We departed Nablus to visit St. Photini, the Greek Orthodox Monastery. St Photini was the Samaritan woman at the well who Jesus asked for water. We drew water from Jacob’s Well and drank it. My stomach felt bubbly for some time. Then we departed for Taybeh. On the way, we stopped by at a bakery for tasty Kenafeh, regional cheese pastry soaked in sweet syrup. We had lunch in Taybeh and visited the winery where I bought a spice, sumac, instead of wine. Now back at home, I enjoy hummus, sprinkled, and drizzled over with the sumac and olive oil. We returned to St. George’s guest house, which was just as beautiful as the Sisters of Nazareth. We enjoyed dinner at the terrace garden in the cooling breeze of the evening. Cats strolled and slunk through the sunflowers and tall plants.

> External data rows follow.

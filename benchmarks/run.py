"""Speed and memory of the core on a synthetic gauge network; prints figures, asserts nothing.

Usage::

    python benchmarks/run.py --gauges 2000 --years 30 [--seed 1] [--workers 2] [--skip-end-to-end]
                             [--gaps-per-year 0] [--repeat 2]

It generates the network in a child process (so its temporaries do not count), loads the daily
flows, and measures in this one process:

* the floor: one vectorised pass over all values in memory (log10 and the day-to-day difference),
  best of three;
* the full in-memory computation for every gauge: recession index, events, displacement,
  annual sums, baseflow (the pipeline's per-gauge work, without reading or writing files);
* the same with ``--workers`` processes;
* each of these two best of ``--repeat`` runs (2 by default), taken in turns;
* end to end: the discharge table as Parquet on disk to the GeoPackage, in gauge-years per second.

``--gaps-per-year G`` blanks G gaps of 1 to 10 days per gauge-year at random (real records
have gaps; the generated ones have none), which shows what gaps cost.

The last lines are ``limit_ratio=<full/floor>``, ``memory_ratio=<peak RSS above baseline / data
bytes>`` and ``workers_speedup=<serial time / time with the workers>``.
"""

from __future__ import annotations

import argparse
import json
import os
import platform
import resource
import subprocess
import sys
import tempfile
import time
from pathlib import Path

import numpy as np


def _rss_bytes():
    with open("/proc/self/status", encoding="ascii") as status:
        for line in status:
            if line.startswith("VmRSS:"):
                return int(line.split()[1]) * 1024
    return 0


def _peak_rss_bytes():
    """Peak resident memory since the last :func:`_reset_peak` (VmHWM on Linux)."""
    with open("/proc/self/status", encoding="ascii") as status:
        for line in status:
            if line.startswith("VmHWM:"):
                return int(line.split()[1]) * 1024
    return resource.getrusage(resource.RUSAGE_SELF).ru_maxrss * 1024  # kB on Linux


def _reset_peak():
    """Start measuring the peak afresh (Linux: writing 5 to clear_refs resets VmHWM)."""
    try:
        with open("/proc/self/clear_refs", "w", encoding="ascii") as handle:
            handle.write("5")
    except OSError:
        pass


def generate(folder, gauges, years, seed):
    """Write the network's flows, dates and areas into ``folder`` (run in a child process)."""
    from recharge_atlas.algorithms.files import write_layer
    from recharge_atlas.sample_layers.generate import make_network

    network = make_network(gauges, years, seed=seed)
    np.save(Path(folder) / "flow.npy", network.flow)
    write_layer(network.gauges, Path(folder) / "gauges.gpkg", "gauges")
    write_layer(network.catchments, Path(folder) / "catchments.gpkg", "catchments")
    meta = {
        "start": str(network.dates[0].date()),
        "days": int(network.dates.size),
        "ids": list(network.gauges["gauge_id"]),
    }
    (Path(folder) / "meta.json").write_text(json.dumps(meta))


def add_gaps(flow, per_year, seed):
    """Blank ``per_year`` gaps of 1 to 10 days per gauge-year, in place, at random."""
    if per_year <= 0:
        return
    rng = np.random.default_rng(seed + 1000)
    n_gauges, n_days = flow.shape
    count = int(round(per_year * n_days / 365.25))
    for row in flow:
        for start, length in zip(rng.integers(0, n_days, count), rng.integers(1, 11, count)):
            row[start : start + length] = np.nan


def _records(flow, meta):
    import pandas as pd

    from recharge_atlas.algorithms.discharge import GaugeRecord

    index = pd.date_range(meta["start"], periods=meta["days"], freq="D", name="date")
    return {
        gid: GaugeRecord(gid, pd.Series(flow[i], index=index, copy=False))
        for i, gid in enumerate(meta["ids"])
    }


def _areas(folder):
    import geopandas as gpd

    from recharge_atlas.algorithms.basins import geodesic_area_km2

    catchments = gpd.read_file(Path(folder) / "catchments.gpkg")
    return dict(zip(catchments["gauge_id"], geodesic_area_km2(catchments.geometry)))


def full_computation(records, areas, workers=1):
    """The pipeline's per-gauge work for every gauge, and its tables stacked."""
    from recharge_atlas.algorithms.pipeline import Reporter, Settings, compute_gauges

    settings = Settings().resolved()
    results, _failed = compute_gauges(
        list(records), records, areas, settings, Reporter(), {}, workers=workers, keep_series=False
    )
    return results


def end_to_end(folder, flow, meta, workers):
    """Parquet discharge table on disk to GeoPackage, through the command line's own path."""
    import pandas as pd

    from recharge_atlas.algorithms.pipeline import Settings
    from recharge_atlas.cli import run_files

    n_gauges, n_days = flow.shape
    table = pd.DataFrame(
        {
            "gauge_id": np.repeat(np.asarray(meta["ids"], dtype=object), n_days),
            "date": np.tile(
                pd.date_range(meta["start"], periods=n_days, freq="D").to_numpy(), n_gauges
            ),
            "discharge": flow.reshape(-1),
        }
    )
    parquet = Path(folder) / "discharge.parquet"
    table.to_parquet(parquet, index=False)
    del table
    out = Path(folder) / "result.gpkg"
    start = time.perf_counter()
    run_files(
        Path(folder) / "gauges.gpkg",
        Path(folder) / "catchments.gpkg",
        parquet,
        out,
        Settings(workers=workers),
    )
    return time.perf_counter() - start


def main(argv=None):
    parser = argparse.ArgumentParser(description=__doc__.splitlines()[0])
    parser.add_argument("--gauges", type=int, default=200)
    parser.add_argument("--years", type=int, default=30)
    parser.add_argument("--seed", type=int, default=1)
    parser.add_argument("--workers", type=int, default=2)
    parser.add_argument("--skip-end-to-end", action="store_true")
    parser.add_argument("--gaps-per-year", type=float, default=0.0)
    parser.add_argument(
        "--repeat", type=int, default=2, help="best of this many runs, serial and parallel"
    )
    parser.add_argument("--generate-into", help=argparse.SUPPRESS)
    args = parser.parse_args(argv)
    if args.generate_into:
        generate(args.generate_into, args.gauges, args.years, args.seed)
        return 0

    with tempfile.TemporaryDirectory(prefix="recharge-atlas-bench-") as folder:
        start = time.perf_counter()
        subprocess.run(
            [
                sys.executable,
                __file__,
                "--gauges",
                str(args.gauges),
                "--years",
                str(args.years),
                "--seed",
                str(args.seed),
                "--generate-into",
                folder,
            ],
            check=True,
        )
        generation = time.perf_counter() - start
        meta = json.loads((Path(folder) / "meta.json").read_text())
        areas = _areas(folder)
        flow = np.load(Path(folder) / "flow.npy")
        add_gaps(flow, args.gaps_per_year, args.seed)
        records = _records(flow, meta)
        import recharge_atlas.algorithms.pipeline  # noqa: F401  (imports outside the timings)

        data_bytes = flow.nbytes
        gauge_years = flow.shape[0] * flow.shape[1] / 365.25

        # The floor, best of three (the first pass also pays for fresh memory pages).
        floor = float("inf")
        for _ in range(3):
            start = time.perf_counter()
            logs = np.log10(flow)
            steps = np.diff(logs, axis=1)
            floor = min(floor, time.perf_counter() - start)
            del logs, steps

        baseline = _rss_bytes()
        _reset_peak()
        start = time.perf_counter()
        results = full_computation(records, areas, workers=1)
        full = time.perf_counter() - start
        peak = max(_peak_rss_bytes(), baseline)
        del results

        start = time.perf_counter()
        full_computation(records, areas, workers=args.workers)
        parallel = time.perf_counter() - start
        # Best of --repeat runs each, in turns (this machine's speed wanders by tens of percent).
        for _ in range(args.repeat - 1):
            start = time.perf_counter()
            full_computation(records, areas, workers=1)
            full = min(full, time.perf_counter() - start)
            start = time.perf_counter()
            full_computation(records, areas, workers=args.workers)
            parallel = min(parallel, time.perf_counter() - start)

        e2e = None if args.skip_end_to_end else end_to_end(folder, flow, meta, args.workers)

    print(
        f"machine: {platform.machine()}, {os.cpu_count()} cores, python {platform.python_version()}, numpy {np.__version__}"
    )
    print(
        f"network: {args.gauges} gauges x {args.years} years = {gauge_years:,.0f} gauge-years, {flow.size:,} daily values, {data_bytes / 1e6:,.0f} MB (generated in {generation:.1f} s)"
    )
    if args.gaps_per_year > 0:
        print(f"gaps: {args.gaps_per_year:g} per gauge-year, 1 to 10 days each")
    print(f"timings: floor best of 3 passes; full and parallel best of {args.repeat} runs each")
    print(f"floor_seconds={floor:.3f}")
    print(
        f"full_seconds={full:.3f} ({1000 * full / args.gauges:.2f} ms per gauge, {gauge_years / full:,.0f} gauge-years/s)"
    )
    print(f"workers={args.workers} parallel_seconds={parallel:.3f}")
    print(f"peak_rss_above_baseline_mb={(peak - baseline) / 1e6:,.0f}")
    if e2e is not None:
        print(
            f"end_to_end_seconds={e2e:.2f} (Parquet on disk to GeoPackage, {args.workers} workers): {gauge_years / e2e:,.0f} gauge-years/s"
        )
    print(f"limit_ratio={full / floor:.1f}")
    print(f"memory_ratio={(peak - baseline) / data_bytes:.2f}")
    print(f"workers_speedup={full / parallel:.2f}")
    return 0


if __name__ == "__main__":
    raise SystemExit(main())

On Tuesday, we visited Shepherd’s Field, the First Century Cave Home, and The Church of the Nativity. It is the oldest church in Christendom, located in Manger Square, constructed by Constantine the Great in 326 AD.  We each lit a candle there. We stopped by at a shop in Bethlehem, where every item and artifacts had originated from the olive tree and olive oil. I bought various religious objects, including crosses, a ring, and an olive tree menorah for Ira to thank him for taking care of my plants.

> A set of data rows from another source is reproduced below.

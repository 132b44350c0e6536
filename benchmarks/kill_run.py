"""Kill a large run outright, run again, and show what was left and what survived.

Usage::

    python benchmarks/kill_run.py [--gauges 300] [--years 30] [--workers 2]
                                  [--gauges-per-group 100] [--folder DIR] [--signal KILL|TERM]

It writes a synthetic network (``sample_layers.generate.make_network``, invented gauges) as a
Parquet discharge table, then runs the command line twice and kills it with SIGKILL, the way
the out-of-memory killer ends a process:

1. while the gauges are computed in ``--workers`` processes (the result tables of finished
   groups are on disk in the temporary folder);
2. while the GeoPackage is written (a hidden file beside the output, and its journal).

After each kill it prints the files left (output folder and temporary folder, with sizes) and
how many of the run's worker processes are still alive a few seconds later. Then it runs the
same command to the end and prints what that run removed, what is left besides the output,
and whether any process of the killed runs is still alive. Surviving workers are killed at the
end so the machine is left clean. ``--signal TERM`` sends SIGTERM instead, to see the run's
own clean-up. Prints figures; asserts nothing (``tests/test_stopping.py``
checks the same on a small region).

The runs use their own temporary folder (``TMPDIR`` under the work folder) so that other
programs' files never count. Run it with ``PYTHONPATH`` pointing at the code to measure.
"""

from __future__ import annotations

import argparse
import os
import signal
import subprocess
import sys
import tempfile
import time
from pathlib import Path

#: Longest wait for a stage to be reached or a process to end (seconds).
PATIENCE = 1800.0


def write_network(folder, gauges, years, seed=1):
    """Layers and a Parquet discharge table of a synthetic network (invented ids)."""
    from recharge_atlas.sample_layers.generate import make_network

    network = make_network(gauges, years, seed=seed)
    network.gauges.to_file(folder / "gauges.gpkg", driver="GPKG")
    network.catchments.to_file(folder / "catchments.gpkg", driver="GPKG")
    network.discharge_table().to_parquet(folder / "discharge.parquet", index=False)
    return {
        "gauges": folder / "gauges.gpkg",
        "catchments": folder / "catchments.gpkg",
        "discharge": folder / "discharge.parquet",
    }


def children(pid):
    """Process ids whose parent is ``pid`` (from /proc)."""
    found = []
    for entry in os.listdir("/proc"):
        if not entry.isdigit():
            continue
        try:
            with open(f"/proc/{entry}/stat", encoding="ascii", errors="replace") as handle:
                fields = handle.read().rsplit(")", 1)[1].split()
        except OSError:
            continue
        if int(fields[1]) == pid:
            found.append(int(entry))
    return found


def alive(pid):
    """Whether a process exists and is not a zombie."""
    try:
        with open(f"/proc/{pid}/stat", encoding="ascii", errors="replace") as handle:
            return handle.read().rsplit(")", 1)[1].split()[0] not in ("Z", "X")
    except OSError:
        return False


def rss_mb(pid):
    try:
        with open(f"/proc/{pid}/status", encoding="ascii") as handle:
            for line in handle:
                if line.startswith("VmRSS:"):
                    return int(line.split()[1]) / 1024
    except OSError:
        pass
    return 0.0


def leftovers(folders):
    """Every file under ``folders`` with its size in bytes, and the folders themselves."""
    found = {}
    for folder in folders:
        for path in sorted(Path(folder).rglob("*")):
            try:
                found[str(path)] = path.stat().st_size if path.is_file() else 0
            except OSError:
                pass
    return found


def show(title, found):
    total = sum(found.values())
    print(f"{title}: {len(found)} entries, {total / 1e6:,.1f} MB")
    for path, size in found.items():
        print(f"  {size / 1e6:10,.1f} MB  {path}")


def command(paths, out, workers, per_group):
    return [
        sys.executable, "-m", "recharge_atlas", "run",
        "--gauges", str(paths["gauges"]), "--catchments", str(paths["catchments"]),
        "--discharge", str(paths["discharge"]), "--out", str(out),
        "--workers", str(workers), "--gauges-per-group", str(per_group),
    ]  # fmt: skip


def kill_at(stage, argv, env, outdir, temp, signum=signal.SIGKILL):
    """Start a run, send it ``signum`` at ``stage``; returns the process and the ids of the
    processes it had started."""
    process = subprocess.Popen(argv, env=env, stdout=subprocess.DEVNULL, stderr=subprocess.PIPE)
    started = time.monotonic()
    workers = set()
    while time.monotonic() - started < PATIENCE:
        if process.poll() is not None:
            print(f"the run ended (exit {process.returncode}) before stage {stage!r}")
            return process, workers
        running = children(process.pid)
        workers.update(running)
        hidden = [p for p in outdir.iterdir() if p.name.startswith(".") and p.is_file()]
        tables = [p for p in temp.iterdir() if p.name.startswith("recharge-atlas-tables-")]
        held = [p for p in tables if (p / "tables.sqlite").exists()]
        if stage == "compute" and held and len(running) >= 2:  # a later group, workers busy
            time.sleep(0.5)
            workers.update(children(process.pid))
            break
        if stage == "write" and hidden and sum(p.stat().st_size for p in hidden) > 20e6:
            break
        time.sleep(0.05)
    memory = {pid: rss_mb(pid) for pid in workers if alive(pid)}
    process.send_signal(signum)
    process.wait()
    print(
        f"\n{signal.Signals(signum).name} at {stage!r} (exit {process.returncode}) after {time.monotonic() - started:.1f} s; its workers: "
        + (", ".join(f"{pid} ({mb:.0f} MB)" for pid, mb in memory.items()) or "none running")
    )
    return process, workers


def survivors(pids, wait=5.0):
    """The processes of ``pids`` still alive after ``wait`` seconds."""
    time.sleep(wait)
    return [pid for pid in pids if alive(pid)]


def main(argv=None):
    parser = argparse.ArgumentParser(description=__doc__.splitlines()[0])
    parser.add_argument("--gauges", type=int, default=300)
    parser.add_argument("--years", type=int, default=30)
    parser.add_argument("--workers", type=int, default=2)
    parser.add_argument("--gauges-per-group", type=int, default=100)
    parser.add_argument("--folder", help="work folder (default: a new temporary one, removed)")
    parser.add_argument(
        "--signal",
        default="KILL",
        choices=["KILL", "TERM"],
        help="how the runs are stopped (default KILL; TERM shows the run's own clean-up)",
    )
    args = parser.parse_args(argv)
    if not sys.platform.startswith("linux"):
        print("reads the process table in /proc: Linux only")
        return 0
    if args.folder:
        return run(Path(args.folder), args)
    with tempfile.TemporaryDirectory(prefix="recharge-atlas-kill-") as folder:
        return run(Path(folder), args)


def run(folder, args):
    inputs, outdir, temp = folder / "inputs", folder / "out", folder / "tmp"
    for path in (inputs, outdir, temp):
        path.mkdir(parents=True, exist_ok=True)
    started = time.monotonic()
    paths = write_network(inputs, args.gauges, args.years)
    print(
        f"network: {args.gauges} gauges x {args.years} years, "
        f"{paths['discharge'].stat().st_size / 1e6:,.0f} MB Parquet, "
        f"made in {time.monotonic() - started:.0f} s"
    )
    env = {**os.environ, "TMPDIR": str(temp)}
    argv = command(paths, outdir / "recharge.gpkg", args.workers, args.gauges_per_group)
    every = set()
    for stage in ("compute", "write"):
        signum = getattr(signal, f"SIG{args.signal}")
        process, workers = kill_at(stage, argv, env, outdir, temp, signum)
        every.update(workers)
        alive_after = survivors(workers)
        print(
            f"workers alive 5 s after the signal: {len(alive_after)} of {len(workers)}"
            + (
                f" ({', '.join(f'{p}: {rss_mb(p):.0f} MB' for p in alive_after)})"
                if alive_after
                else ""
            )
        )
        show("left behind", leftovers([outdir, temp]))
    print("\nrunning again to the end ...")
    started = time.monotonic()
    done = subprocess.run(argv, env=env, capture_output=True, text=True)
    removed = [line for line in done.stderr.splitlines() if "left by an earlier run" in line]
    print(f"exit {done.returncode} after {time.monotonic() - started:.0f} s")
    print("it said: " + (removed[0] if removed else "(nothing about leftovers)"))
    if done.returncode != 0:
        print(done.stderr[-2000:])
    after = leftovers([outdir, temp])
    after.pop(str(outdir / "recharge.gpkg"), None)
    show("left besides the output", after)
    still = [pid for pid in every if alive(pid)]
    print(f"processes of the killed runs alive now: {len(still)}")
    for pid in still:  # leave the machine clean
        try:
            os.kill(pid, signal.SIGKILL)
        except OSError:
            pass
    return 0


if __name__ == "__main__":
    raise SystemExit(main())
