#[cfg(test)]
mod tests {
    use super::*;

    #[test]
    fn sweeps_parse() {
        let s = parse_sweep("margin_step_db=0.25..1:0.25").expect("range");
        assert_eq!(s.name, "margin_step_db");
        assert_eq!(s.values, vec![0.25, 0.5, 0.75, 1.0]);
        // 0.1 steps do not lose the end to rounding, nor grow noise.
        let s = parse_sweep("deadband_db=0..0.3:0.1").expect("range");
        assert_eq!(s.values, vec![0.0, 0.1, 0.2, 0.3]);
        let s = parse_sweep("margin_min_db=-20..-5:5").expect("negative");
        assert_eq!(s.values, vec![-20.0, -15.0, -10.0, -5.0]);
        // An end off the grid is not reached.
        assert_eq!(
            parse_sweep("x=0..1:0.4").expect("range").values,
            vec![0.0, 0.4, 0.8]
        );
        assert_eq!(
            parse_sweep("min_readings=4,8,16").expect("list").values,
            vec![4.0, 8.0, 16.0]
        );
        assert_eq!(parse_sweep("x=3").expect("one").values, vec![3.0]);
        assert_eq!(parse_sweep("x=2..2:1").expect("one").values, vec![2.0]);
        for bad in [
            "x",
            "=1",
            "x=3..1:1",
            "x=0..1:0",
            "x=0..1:-1",
            "x=0..1",
            "x=a",
            "x=nan",
            "x=0..inf:1",
            "x=0..1e9:1e-3",
            "x=1,,2",
        ] {
            assert!(parse_sweep(bad).is_err(), "{bad} accepted");
        }
    }

    #[test]
    fn grid_sets_fields_through_serde() {
        let base = ControllerConfig::sub_ghz_node();
        let v = serde_json::to_value(base).expect("serialises");
        let sweeps = vec![
            parse_sweep("margin_step_db=0.25..0.5:0.25").expect("sweep"),
            parse_sweep("min_readings=4,16").expect("sweep"),
            parse_sweep("steps.uniform=1,2").expect("sweep"),
        ];
        let g = Grid::new(sweeps, &v).expect("grid");
        assert_eq!(g.len, 8);
        // First sweep slowest, last fastest.
        assert_eq!(g.values(0), vec![0.25, 4.0, 1.0]);
        assert_eq!(g.values(1), vec![0.25, 4.0, 2.0]);
        assert_eq!(g.values(2), vec![0.25, 16.0, 1.0]);
        assert_eq!(g.values(7), vec![0.5, 16.0, 2.0]);
        let c = g.config(&base, false, Some(3)).expect("valid");
        assert_eq!(c.margin_step_db.0, 0.25);
        assert_eq!(c.min_readings, 16);
        assert_eq!(
            c.steps,
            headroom::control::PowerSteps::Uniform(headroom::units::Db(2.0))
        );
        assert_eq!(c.deadband_db, base.deadband_db);
        assert_eq!(g.config(&base, false, None).expect("default"), base);
    }

    #[test]
    fn grid_refuses_what_the_config_refuses() {
        let base = ControllerConfig::sub_ghz_node();
        let v = serde_json::to_value(base).expect("serialises");
        let grid = |s: &str| Grid::new(vec![parse_sweep(s).expect("sweep")], &v);
        let msg = |r: CliResult<Grid>| match r {
            Err(e) => e.to_string(),
            Ok(_) => String::from("accepted"),
        };
        assert!(msg(grid("margin_stepdb=1")).contains("'margin_stepdb' is not a setting"));
        assert!(msg(grid("steps=1")).contains("cannot be swept"));
        assert!(msg(grid("steps.table=1")).contains("not a setting"));
        let g = grid("min_readings=2.5").expect("grid");
        assert!(g
            .config(&base, false, Some(0))
            .is_err_and(|e| e.to_string().contains("whole numbers")));
        let g = grid("min_readings=70000").expect("grid");
        assert!(g
            .config(&base, false, Some(0))
            .is_err_and(|e| e.to_string().contains("min_readings=70000")));
        let g = grid("margin_step_db=25").expect("grid");
        let e = g
            .config(&base, false, Some(0))
            .map(|_| ())
            .map_err(|e| e.to_string());
        assert!(
            e.as_ref()
                .is_err_and(|e| e.contains("margin_step_db: 25 is outside")),
            "{e:?}"
        );
        // Two sweeps of one setting, and a grid too large.
        let two = vec![
            parse_sweep("deadband_db=1").expect("s"),
            parse_sweep("deadband_db=2").expect("s"),
        ];
        assert!(Grid::new(two, &v).is_err());
        let big = vec![
            parse_sweep("deadband_db=0..99:1").expect("s"),
            parse_sweep("margin_step_db=0.1..10.1:0.1").expect("s"),
        ];
        assert!(msg(Grid::new(big, &v)).contains("at most 10000"));
    }

    #[test]
    fn start_power_follows_swept_limits() {
        let base = ControllerConfig::sub_ghz_node();
        let v = serde_json::to_value(base).expect("serialises");
        let g = Grid::new(vec![parse_sweep("max_tx_dbm=5").expect("s")], &v).expect("grid");
        // Start 14 dBm is above a 5 dBm radio: moved to it unless set.
        assert_eq!(
            g.config(&base, false, Some(0)).expect("moved").start_tx_dbm,
            Dbm(5.0)
        );
        assert!(g.config(&base, true, Some(0)).is_err());
    }

    /// Brute-force check of the front on a grid with ties and gaps.
    #[test]
    fn front_is_the_non_dominated_set() {
        let mut pts: Vec<Option<(f64, f64)>> = Vec::new();
        let mut x: u32 = 12345;
        for _ in 0..400 {
            x = x.wrapping_mul(1_103_515_245).wrapping_add(12345);
            let tx = f64::from((x >> 8) % 20);
            x = x.wrapping_mul(1_103_515_245).wrapping_add(12345);
            let loss = f64::from((x >> 8) % 15) / 100.0;
            pts.push(if x.is_multiple_of(17) {
                None
            } else {
                Some((tx, loss))
            });
        }
        let on = pareto_front(&pts);
        let dominates =
            |a: (f64, f64), b: (f64, f64)| a.0 <= b.0 && a.1 <= b.1 && (a.0 < b.0 || a.1 < b.1);
        for (k, p) in pts.iter().enumerate() {
            let expect = p.is_some_and(|p| !pts.iter().flatten().any(|&q| dominates(q, p)));
            assert_eq!(on.get(k).copied(), Some(expect), "point {k} {p:?}");
        }
        let best = best_of(&pts, 0.05).expect("some meet");
        let b = pts.get(best).copied().flatten().expect("point");
        assert!(b.1 <= 0.05);
        assert!(on.get(best).copied().unwrap_or(false));
        assert!(pts
            .iter()
            .flatten()
            .filter(|p| p.1 <= 0.05)
            .all(|p| p.0 >= b.0));
        // With a target of 0 only lossless points qualify: the cheapest of them.
        let zero = best_of(&pts, 0.0)
            .and_then(|k| pts.get(k).copied().flatten())
            .expect("lossless point");
        assert_eq!(zero.1, 0.0);
        assert!(pts
            .iter()
            .flatten()
            .filter(|p| p.1 == 0.0)
            .all(|p| p.0 >= zero.0));
        // The setting that beats candidate 0 is on the front, loses no more
        // and spends less; none when candidate 0 is itself unbeatable.
        if let Some(first) = pts.first_mut() {
            *first = Some((10.0, 0.10));
        }
        let k = beats_default(&pts).expect("something beats (10, 0.10)");
        let p = pts.get(k).copied().flatten().expect("point");
        assert!(k > 0 && p.0 < 10.0 && p.1 <= 0.10, "{k} {p:?}");
        assert_eq!(pareto_front(&pts).get(k), Some(&true));
        assert!(pts
            .iter()
            .skip(1)
            .flatten()
            .filter(|q| q.1 <= 0.10)
            .all(|q| q.0 >= p.0));
        if let Some(first) = pts.first_mut() {
            *first = Some((-1.0, 0.0));
        }
        assert_eq!(beats_default(&pts), None);
    }

    #[test]
    fn totals_add_linear_sums() {
        let mut a = Totals::ZERO;
        // 10 records at 10 mW and 10 at 1 mW: mean 5.5 mW = 7.4036 dBm
        // (10·log10(5.5), common practice).
        a.add(&Totals {
            records: 10,
            judged: 10,
            lost: 1,
            tx_mw_sum: 100.0,
            max_allowed_mw_sum: 100.0,
            max_tx_used: Some(10.0),
            ..Totals::ZERO
        });
        a.add(&Totals {
            records: 10,
            judged: 5,
            lost: 0,
            tx_mw_sum: 10.0,
            max_allowed_mw_sum: 100.0,
            max_tx_used: Some(0.0),
            ..Totals::ZERO
        });
        let m = a.mean_tx().expect("mean").0;
        assert!((m - 7.403_627).abs() < 1e-4, "{m}");
        assert_eq!(a.outage(), Some(1.0 / 15.0));
        assert_eq!(a.max_tx_used, Some(10.0));
        let s = a.saving_db().expect("saving");
        assert!((s - (10.0 - 7.403_627)).abs() < 1e-4, "{s}");
    }
}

On Wednesday, we visited the Garden of Gethsemane and touched the ancient olive trees in the garden, which could have witnessed Jesus, sweating blood in anticipation of the crucifixion. We meditated at the church, touching the stone slab where Jesus supposedly had prayed in anguish. I felt his sorrow there, and so did many other pilgrims.

The last day, Thursday, started around 5 AM.  We walked silently to the old city to pray the Stations of the Cross. A pilgrim carried the cross. Then we visited the empty tomb where I laid cross necklaces, a ring, and other objects, and rubbed them on the stone for blessing. I now wear the necklace and the ring as often as I can. We returned to St. George for breakfast, and after some time of relaxation, everyone left for Emmaus for the last communion. I had to miss it due to the plane schedule.

Now back in New York. I can’t believe that I am sitting in my apartment writing about the pilgrimage.  My recollection of the trip is murky overlade with the memories of coping with the difficulties of arriving and leaving, coping with the hot weather, and different personalities in the group. It is often difficult to travel with strangers, and this trip was not an exception.

Someone asked me what the most memorable of the trip was. Another asked if I came away, inspired, and renewed. Naturally, the difficulties I had getting to Jerusalem came to my mind immediately. However, my difficulties shriveled to a handful of air when I reflected upon the difficulties Jesus had gone through, ministering to the oppressed and poor in the very city where I have visited and followed his steps. I hope that my going through difficulties with determination has fostered in me a spiritual growth. After all, life is a pilgrimage filled with difficulties and challenges. The image of Jesus on the cross, suffering for my sin and sins of the world; his passion, his love, and his compassion never fail to inspire and comfort in the chaotic and often unjust world.